If Silver Linings Playbook could charitably be described as Jerry Maguire with fistfights, American Hustle will have to settle for being a conspicuously high-minded riff on Soderbergh's Ocean's Eleven, a tongue-clucking dramedy too eager to explain that, however much fun the vicarious experience of a caper might be, grifting compromises the self. Loosely based on the FBI's infamous Abscam sting operation in the late 1970s, the film follows the exploits of Irving Rosenfeld (Christian Bale), an elaborately-combed-over dry-cleaning impresario who, as we learn from the awfully familiar first bit of voiceover, is to con artistry what a young Henry Hill was to gangsters. Behind Rosenfeld's storefront lies a more lucrative, if dicier, business, a bad loan scheme that puts off his new mistress and soulmate (more on the old one soon) Sydney Prosser (Amy Adams) until, in a moment of none-too-convincing reinvention, she rechristens herself the British lady Edith Greensley and goes full partner. All's well 'til the Gatsby-aspiring couple is taken in by faux mark Richie DiMaso (Bradley Cooper), a poodle-permed Fed pipsqueak who recruits them to entrap sweet but mobbed-up New Jersey mayor Carmine Polito (Jeremy Renner) and all his politically-connected friends.
Although there's material enough here for a fleet caper comedy, Russell and screenplay originator Eric Warren Singer seem more enamoured with the zeitgeist potential of their story–hence the overreaching title–than with the inherently interesting dynamics of a scheme that pit a lowly ethnic schmuck against a gallery of Ivy-polished WASP senators and congressmen with a taste for bribes. That's an odd and not especially fruitful decision for an idiosyncratic filmmaker like Russell, whose camera careens wildly around his actors while they stammer, hiss, stomp, and shout their way towards epiphanies. Russell's method of letting his cast find their characters in loosey-goosey long takes as they roam up and down halls and bounce off each other like pinballs is frankly at odds with the overdetermined text. No one suffers for that schism more than Adams, whose class-transcending former COSMO intern has the doubly bad luck of playing decorative wallpaper in the cons themselves–a coatrack for a zealous period costume designer–and expository thread-puller in her narration and dialogue: "These were the roles we were meant to play," her Sydney reminds us during the couple's long con on both Polito and DiMaso. "You're nothing to me," she warns Rosenfeld, "until you're everything." And so on.

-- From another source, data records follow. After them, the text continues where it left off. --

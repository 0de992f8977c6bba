/** No-break space, before every unit. */
const SPACE = '\u00a0';

/** Digits with their unit behind them, held together by no-break spaces; an empty unit adds nothing. */
export function withUnit(digits: string, unit: string): string {
  const label = unit.trim();
  return label === '' ? digits : digits + SPACE + label.replaceAll(' ', SPACE);
}
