/** A unit quantities are written in, by its symbol without prefix. */
export interface KnownUnit {
  symbol: string;
  /** Other ways people write it, after Unicode compatibility normalisation. */
  spellings: readonly string[];
  /** Places from this unit to its base: −2 for %, else 0. */
  places: number;
  /** Prefixes it is shown with, smallest first, "" being none; a unit shown without any takes none when typed either. */
  prefixes: readonly string[];
}

const ELECTRICAL = ['p', 'n', 'µ', 'm', '', 'k', 'M', 'G'];

function unit(symbol: string, prefixes: readonly string[], spellings: readonly string[] = [], places = 0): KnownUnit {
  return { symbol, prefixes, spellings: [symbol, ...spellings], places };
}

/**
 * The units the product knows. All are SI base or derived units but °C, which is kept as it is, and %, kept as a fraction.
 * Farads skip the millifarad: the trade writes 2 200 µF (common practice, no source).
 */
export const KNOWN_UNITS: readonly KnownUnit[] = [
  unit('V', ELECTRICAL),
  unit('A', ELECTRICAL),
  unit('Ω', ELECTRICAL, ['ohm', 'ohms', 'Ohm', 'R']),
  unit('F', ['p', 'n', 'µ', '']),
  unit('H', ELECTRICAL),
  unit('Hz', ELECTRICAL),
  unit('W', ELECTRICAL),
  unit('VA', ELECTRICAL),
  unit('s', ['p', 'n', 'µ', 'm', '']),
  unit('m', ['µ', 'm', '', 'k']),
  unit('N', ['m', '', 'k']),
  unit('K', ['m', '']),
  unit('°C', [''], ['degC']),
  unit('%', [''], [], -2),
];

/** What tells two voltages of one unit apart. */
export const QUALIFIERS = ['p-p', 'rms'] as const;
/** One of {@link QUALIFIERS}. */
export type Qualifier = (typeof QUALIFIERS)[number];
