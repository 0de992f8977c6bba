import { formatQuantity, type FormatQuantityOptions } from './format-quantity';

const BETWEEN_NUMBER_AND_UNIT = '\u00a0';

function apart(quantity: string): { digits: string; unit: string } {
  const at = quantity.indexOf(BETWEEN_NUMBER_AND_UNIT);
  return at < 0 ? { digits: quantity, unit: '' } : { digits: quantity.slice(0, at), unit: quantity.slice(at) };
}

/**
 * A band in words, its unit said once where both ends have the same: "1.5 to 2.3 V", "850 mV to 1.2 V".
 *
 * @param low in SI base units
 * @param high in SI base units
 * @param unit the unit, of which a prefix is dropped, as in formatQuantity
 * @throws {UnitNotKnown}
 * @throws {RangeError} for a value that is not finite, or digits that cannot be shown
 */
export function formatBand(low: number, high: number, unit: string, options: FormatQuantityOptions = {}): string {
  const [from, to] = [formatQuantity(low, unit, options), formatQuantity(high, unit, options)];
  return apart(from).unit === apart(to).unit ? `${apart(from).digits} to ${to}` : `${from} to ${to}`;
}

Desperate to pull its own thematic weight, American Hustle, in its homestretch, recruits the impossibly likable Jennifer Lawrence, she of the face-planting podium-climb to Oscar, as Rosenfeld's estranged Jersey housewife, an authenticity-granting deus ex machina meant to scream "Real!" amidst a cast of gilded fakes. This is the second time in as many years that Russell has cast Lawrence as a salt-of-the-earth neurotic–"The Picasso of passive-aggressive karate," Rosenfeld calls her, in case we don't pick up on her uniqueness–and as game as she is, she doesn't quite have the chops to play the Jeannie Berlin-meets-Jessica Rabbit part he's cooked up for her. Lawrence does her best with a ludicrous monologue about her nail polish, whose faintly rotten under-scent apparently brings all the boys to the yard, but there's no disguising its transparency as yet another ham-fisted articulation of the uneasy proximity between the real and the fake. American Hustle, then, isn't a sophisticated portrait of a morally complex world, but rather a black-and-white paean to the concept of greyness by an artist who's effectively purged its shades from his wardrobe.
The “Michael Clayton” of 2013. Every conversation thuds with weighty significance that it hasn’t earned.